The ache in his chest was too much to bear and he took a slug from the rocks glass of scotch clutched in his hand.
“And Mina? Has Rene heard from her?”
“No,” Drake said. “Not a word.”
“Fucking Mina.” His words were slurred, but he wasn’t sure if it was from the excess of drink or from deliriousness. He hadn’t slept a wink since that night. The last night he’d held Taya in his arms.
When he’d realized she was gone, he’d nearly lost his mind. Raging at Drake and Willa, tearing the house apart for some sign that they’d been tricked.

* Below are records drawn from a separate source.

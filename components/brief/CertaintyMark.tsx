// Certainty in words first, then Fairweigh's four-step mark: four rising steps, as many filled as
// the rating is high. The mark repeats the words for the eye and is hidden from screen readers;
// colour never carries the meaning alone.
import { useTranslation } from "react-i18next";
import { certaintySteps, type Rating } from "#core/grade/certainty";

export function CertaintyMark({ rating }: { rating: Rating | null }) {
  const { t } = useTranslation();
  if (rating === null) return <span className="text-muted">{t("certainty.notAssessed")}</span>;
  const filled = certaintySteps(rating);
  return (
    <span className="inline-flex items-baseline gap-2 whitespace-nowrap" data-certainty={rating}>
      <span>{t(`certainty.rating.${rating}`)}</span>
      <svg viewBox="0 0 26 12" width="26" height="12" aria-hidden="true" className="self-center">
        {[0, 1, 2, 3].map((i) => (
          <rect
            key={i}
            x={i * 7}
            y={9 - i * 3}
            width={5}
            height={3 + i * 3}
            fill={i < filled ? "var(--color-accent)" : "none"}
            stroke="var(--color-accent)"
            strokeWidth={1}
          />
        ))}
      </svg>
    </span>
  );
}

That more assassins had gotten in while they slept, but there was nothing.
That was when he saw the folded little slip of paper sticking out from beneath her pillow.
Etienne-
I can’t let you or the people who love you risk your own lives to protect mine.
Please forgive me.
-Taya
He let out a snarl and squeezed his eyes closed, wishing he knew where to channel all the wild, directionless rage and energy that still coursed through him.
He’d spent the past three days and nights scouring every square inch of the mountain, and although he’d caught her scent down the walkway, it trailed off quickly and he’d never caught it again.

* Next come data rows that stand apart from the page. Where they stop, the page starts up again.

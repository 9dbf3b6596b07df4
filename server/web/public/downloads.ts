// The data downloads of a version: its inputs (the parsed studies) and its results, as CSV and
// JSON, from the frozen snapshot. CSV cells that a spreadsheet would run as a formula are
// neutralised (OWASP's advice on CSV injection: prefix a single quote).
import { stringify } from "csv-stringify/sync";
import type { VersionSnapshot } from "#core/snapshot/schema";

/** Text starting with =, +, -, @, a tab or a carriage return gets a leading quote; numbers stay numbers. */
export function neutralise(cell: string | number | null): string | number | null {
  if (typeof cell !== "string") return cell;
  return /^[=+\-@\t\r]/.test(cell) ? `'${cell}` : cell;
}

function csv(header: string[], rows: (string | number | null)[][]): string {
  return stringify([header, ...rows.map((row) => row.map(neutralise))], { cast: { number: (value) => String(value) } });
}

/** A study's risk of bias as the input format writes it (METHODS.md §1); empty when not assessed or not given. */
const riskOfBiasWords = { low: "low", "some-concerns": "some concerns", high: "high" } as const;

export function inputsCsv(snapshot: VersionSnapshot): string {
  const rows = snapshot.outcomes.flatMap((outcome) =>
    outcome.dataset.parsed.studies.flatMap((study) => {
      const rob = study.riskOfBias ? riskOfBiasWords[study.riskOfBias] : null;
      if (study.format === "contrast") {
        return study.contrasts.map((c) => [outcome.name, study.study, c.treatment1, c.treatment2, null, null, null, null, null, c.estimate, c.se, rob]);
      }
      if (study.format === "arm-binary") {
        return study.arms.map((a) => [outcome.name, study.study, a.treatment, null, a.events, a.total, null, null, null, null, null, rob]);
      }
      return study.arms.map((a) => [outcome.name, study.study, a.treatment, null, null, null, a.mean, a.sd, a.n, null, null, rob]);
    }),
  );
  return csv(["outcome", "study", "treatment", "comparator", "events", "total", "mean", "sd", "n", "estimate", "se", "risk_of_bias"], rows);
}

/** What the estimate columns of results.csv are on: the analysis scale (ratios are exponentiated only for display). */
const analysisScale = { OR: "log odds ratio", RR: "log risk ratio", RD: "risk difference", MD: "mean difference" } as const;

export function resultsCsv(snapshot: VersionSnapshot): string {
  const names = new Map(snapshot.treatments.map((t) => [t.label, t.displayName]));
  const rows = snapshot.outcomes.flatMap((outcome) =>
    outcome.pairs.map((pair) => [
      outcome.name,
      pair.treatment,
      names.get(pair.treatment) ?? pair.treatment,
      pair.comparator,
      names.get(pair.comparator) ?? pair.comparator,
      outcome.settings.measure,
      outcome.settings.measure === "MD" && outcome.unit ? `${analysisScale.MD} (${outcome.unit})` : analysisScale[outcome.settings.measure],
      outcome.settings.model,
      pair.network.estimate,
      pair.network.se,
      pair.network.lower,
      pair.network.upper,
      pair.direct?.estimate ?? null,
      pair.direct?.se ?? null,
      pair.direct?.studies ?? null,
      pair.indirect?.estimate ?? null,
      pair.indirect?.se ?? null,
      pair.incoherenceP,
      pair.certainty ?? "not assessed",
      pair.riskOfBias?.low ?? null,
      pair.riskOfBias?.someConcerns ?? null,
      pair.riskOfBias?.high ?? null,
      pair.riskOfBias?.notAssessed ?? null,
      // The studies that matter most (§13), "label:importance" largest first; empty in versions frozen before they were computed.
      pair.importance?.map((s) => `${s.study}:${Number(s.value.toPrecision(6))}`).join("; ") ?? null,
    ]),
  );
  return csv(
    [
      "outcome", "treatment", "treatment_name", "comparator", "comparator_name", "measure", "scale", "model", "estimate", "se", "lower", "upper",
      "direct_estimate", "direct_se", "direct_studies", "indirect_estimate", "indirect_se", "incoherence_p", "certainty",
      "direct_weight_low_risk_of_bias", "direct_weight_some_concerns", "direct_weight_high_risk_of_bias", "direct_weight_not_assessed", "important_studies",
    ],
    rows,
  );
}

export function inputsJson(snapshot: VersionSnapshot): string {
  const outcomes = snapshot.outcomes.map((o) => ({ outcome: o.name, fileName: o.dataset.fileName, sha256: o.dataset.sha256, format: o.dataset.format, studies: o.dataset.parsed.studies }));
  return `${JSON.stringify({ brief: snapshot.brief.slug, version: snapshot.version, treatments: snapshot.treatments, outcomes }, null, 2)}\n`;
}

export function resultsJson(snapshot: VersionSnapshot): string {
  const outcomes = snapshot.outcomes.map((o) => ({ outcome: o.name, settings: o.settings, thresholds: o.thresholds, baselineRisk: o.baselineRisk, result: o.result, certainty: o.certainty, framework: o.framework, groups: o.groups }));
  return `${JSON.stringify({ brief: snapshot.brief.slug, version: snapshot.version, releaseAt: snapshot.releaseAt, outcomes }, null, 2)}\n`;
}

/** The download files of a version, by the name in their URL. */
export const downloads = {
  "inputs.csv": { media: "text/csv; charset=utf-8", build: inputsCsv },
  "inputs.json": { media: "application/json; charset=utf-8", build: inputsJson },
  "results.csv": { media: "text/csv; charset=utf-8", build: resultsCsv },
  "results.json": { media: "application/json; charset=utf-8", build: resultsJson },
} as const;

Either she’d been picked up in a vehicle of some sort, or Mina had taken her. As angry as that betrayal would make him, at least if she was with the Valkyrie, Taya had some chance of surviving.
But why hadn’t she contacted him, then? If only to let him know Taya was safe.
“Etienne, I know this is the last thing you want to consider right now, but maybe they’d be willing to negotiate with you,” Willa said softly.
He met her gaze, nearly undone by the sympathy in her red-rimmed eyes. She and Drake had been his saving grace the past few days, when he’d been on the brink of insanity. It was for that reason that he
didn’t shut her down instantly, and tell her that he would just as soon cut off his own arm as meet with those bastards.
“They’re still looking for Taya because of what she knows, but if you agree to a meeting about a mate, just maybe they would consider calling the search off and letting her go. Especially if she lays low.”
“No,” he said, swallowing past the grit in his throat. “They can’t be trusted. I would never know whether or not they’d held up their end of the bargain.”
He didn’t feel the need to add that the thought of finding another mate made him physically ill.
“You need to at least consider it,” Drake said, his tone brusque as he leaned on the table with both hands and held Etienne’s gaze. “You’re being a stubborn prick because you’re hurting, but if there is even a ten percent chance that Taya can live a life that doesn’t include being hunted by these sons a bitches, what choice do you really have?”
There was no question that the other dragon was right. And maybe once he could think straight, Etienne would thank him for the tough love. But right now, it was all he could do not to rip his throat out.
He tossed the last of his drink back and slammed the glass onto the tabletop hard enough that it shattered in his hand. He stared at the blood coursing down his wrist dispassionately before shoving himself to his feet.
“I’m going out. Don’t wait up.”
He cut a path toward the front door and shoved through it with his shoulder. The sun was setting, and the sky was painted purple and orange, but it could’ve been coated in ash for all he noticed.
He strode to the edge of the rocky cliff and stared over the ledge into the abyss. How many times had he looked down? How many times had he soared to the bottom just in case Taya had turned her ankle on a rock and slipped?
How was he ever going to live the rest of his life not knowing where she was? If she was safe? If she was happy?
“Ah, god,” he groaned, the acid in his stomach coursing up his throat. He leapt wildly from the cliff and closed his eyes, relishing the free-fall. The sense that, if he chose to, he could end it all here and the pain would stop.